### [Your task]
Find every line in the records below that holds the word "with" and copy it.

━━ Dataset entries ━━

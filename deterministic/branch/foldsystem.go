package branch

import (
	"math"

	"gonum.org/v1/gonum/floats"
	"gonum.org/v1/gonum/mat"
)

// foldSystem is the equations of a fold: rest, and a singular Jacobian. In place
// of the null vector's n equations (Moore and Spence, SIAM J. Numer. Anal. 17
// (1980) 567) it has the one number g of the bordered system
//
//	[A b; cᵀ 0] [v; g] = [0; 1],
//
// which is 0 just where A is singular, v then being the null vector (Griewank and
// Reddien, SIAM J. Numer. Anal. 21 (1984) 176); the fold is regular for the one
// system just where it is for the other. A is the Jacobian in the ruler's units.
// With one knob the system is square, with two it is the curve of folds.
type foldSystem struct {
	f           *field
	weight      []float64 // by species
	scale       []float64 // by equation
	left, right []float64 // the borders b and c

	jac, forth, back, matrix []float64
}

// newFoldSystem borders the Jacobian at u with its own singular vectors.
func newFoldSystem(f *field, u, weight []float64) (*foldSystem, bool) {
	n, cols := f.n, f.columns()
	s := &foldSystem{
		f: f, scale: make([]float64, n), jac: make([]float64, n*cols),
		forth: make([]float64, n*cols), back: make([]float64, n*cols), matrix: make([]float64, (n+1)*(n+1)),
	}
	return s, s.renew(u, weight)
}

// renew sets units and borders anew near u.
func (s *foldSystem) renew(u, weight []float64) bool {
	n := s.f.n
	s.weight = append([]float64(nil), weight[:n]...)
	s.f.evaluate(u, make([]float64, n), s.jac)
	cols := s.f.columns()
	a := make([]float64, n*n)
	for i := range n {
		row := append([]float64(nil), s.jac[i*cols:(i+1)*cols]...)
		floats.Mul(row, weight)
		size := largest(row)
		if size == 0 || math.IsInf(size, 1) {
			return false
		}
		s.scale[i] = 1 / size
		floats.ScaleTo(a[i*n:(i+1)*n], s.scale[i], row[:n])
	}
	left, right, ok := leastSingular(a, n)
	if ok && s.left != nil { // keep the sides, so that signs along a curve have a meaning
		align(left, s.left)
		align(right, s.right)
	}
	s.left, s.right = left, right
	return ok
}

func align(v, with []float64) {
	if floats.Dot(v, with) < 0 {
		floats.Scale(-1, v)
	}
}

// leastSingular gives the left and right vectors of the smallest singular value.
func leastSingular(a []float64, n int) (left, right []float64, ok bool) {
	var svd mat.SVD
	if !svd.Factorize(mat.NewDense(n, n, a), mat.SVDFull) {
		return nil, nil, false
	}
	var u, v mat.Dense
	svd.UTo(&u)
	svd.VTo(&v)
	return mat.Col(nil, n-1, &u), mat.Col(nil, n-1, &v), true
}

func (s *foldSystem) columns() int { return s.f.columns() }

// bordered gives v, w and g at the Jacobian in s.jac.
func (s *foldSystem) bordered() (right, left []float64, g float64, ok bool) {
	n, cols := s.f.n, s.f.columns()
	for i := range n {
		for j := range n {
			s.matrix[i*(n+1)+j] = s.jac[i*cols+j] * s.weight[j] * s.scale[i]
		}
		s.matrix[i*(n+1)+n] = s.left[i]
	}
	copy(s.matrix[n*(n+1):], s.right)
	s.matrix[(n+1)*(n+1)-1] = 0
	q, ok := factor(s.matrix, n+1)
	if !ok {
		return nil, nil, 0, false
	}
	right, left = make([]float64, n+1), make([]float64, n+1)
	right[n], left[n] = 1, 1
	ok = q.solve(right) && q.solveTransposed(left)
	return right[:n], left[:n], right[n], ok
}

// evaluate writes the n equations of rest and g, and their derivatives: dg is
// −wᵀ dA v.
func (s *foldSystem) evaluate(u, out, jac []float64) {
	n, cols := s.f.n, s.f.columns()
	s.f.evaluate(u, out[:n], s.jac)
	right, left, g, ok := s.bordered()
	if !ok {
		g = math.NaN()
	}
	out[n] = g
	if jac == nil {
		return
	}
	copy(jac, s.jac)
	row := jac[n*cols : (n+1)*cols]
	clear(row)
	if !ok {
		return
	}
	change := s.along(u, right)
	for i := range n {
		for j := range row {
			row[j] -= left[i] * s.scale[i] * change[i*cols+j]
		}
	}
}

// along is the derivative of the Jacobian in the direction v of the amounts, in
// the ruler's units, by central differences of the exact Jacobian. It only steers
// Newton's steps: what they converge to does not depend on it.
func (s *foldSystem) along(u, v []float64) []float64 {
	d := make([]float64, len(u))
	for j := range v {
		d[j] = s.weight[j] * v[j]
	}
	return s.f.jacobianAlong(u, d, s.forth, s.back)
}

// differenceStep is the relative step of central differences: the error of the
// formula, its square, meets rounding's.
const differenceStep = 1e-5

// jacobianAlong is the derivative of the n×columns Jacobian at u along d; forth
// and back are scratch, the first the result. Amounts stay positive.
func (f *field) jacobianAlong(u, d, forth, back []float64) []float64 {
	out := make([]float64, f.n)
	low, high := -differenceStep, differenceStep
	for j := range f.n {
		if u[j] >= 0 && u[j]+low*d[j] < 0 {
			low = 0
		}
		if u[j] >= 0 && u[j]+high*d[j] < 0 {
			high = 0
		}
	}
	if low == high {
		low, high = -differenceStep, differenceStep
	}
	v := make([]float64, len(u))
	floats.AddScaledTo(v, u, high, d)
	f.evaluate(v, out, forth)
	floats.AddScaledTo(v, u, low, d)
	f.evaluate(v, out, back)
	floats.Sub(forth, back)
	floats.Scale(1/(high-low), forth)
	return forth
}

━━━

### [Completed task]
// With one knob the system is square, with two it is the curve of folds.
// newFoldSystem borders the Jacobian at u with its own singular vectors.
func align(v, with []float64) {
	if floats.Dot(v, with) < 0 {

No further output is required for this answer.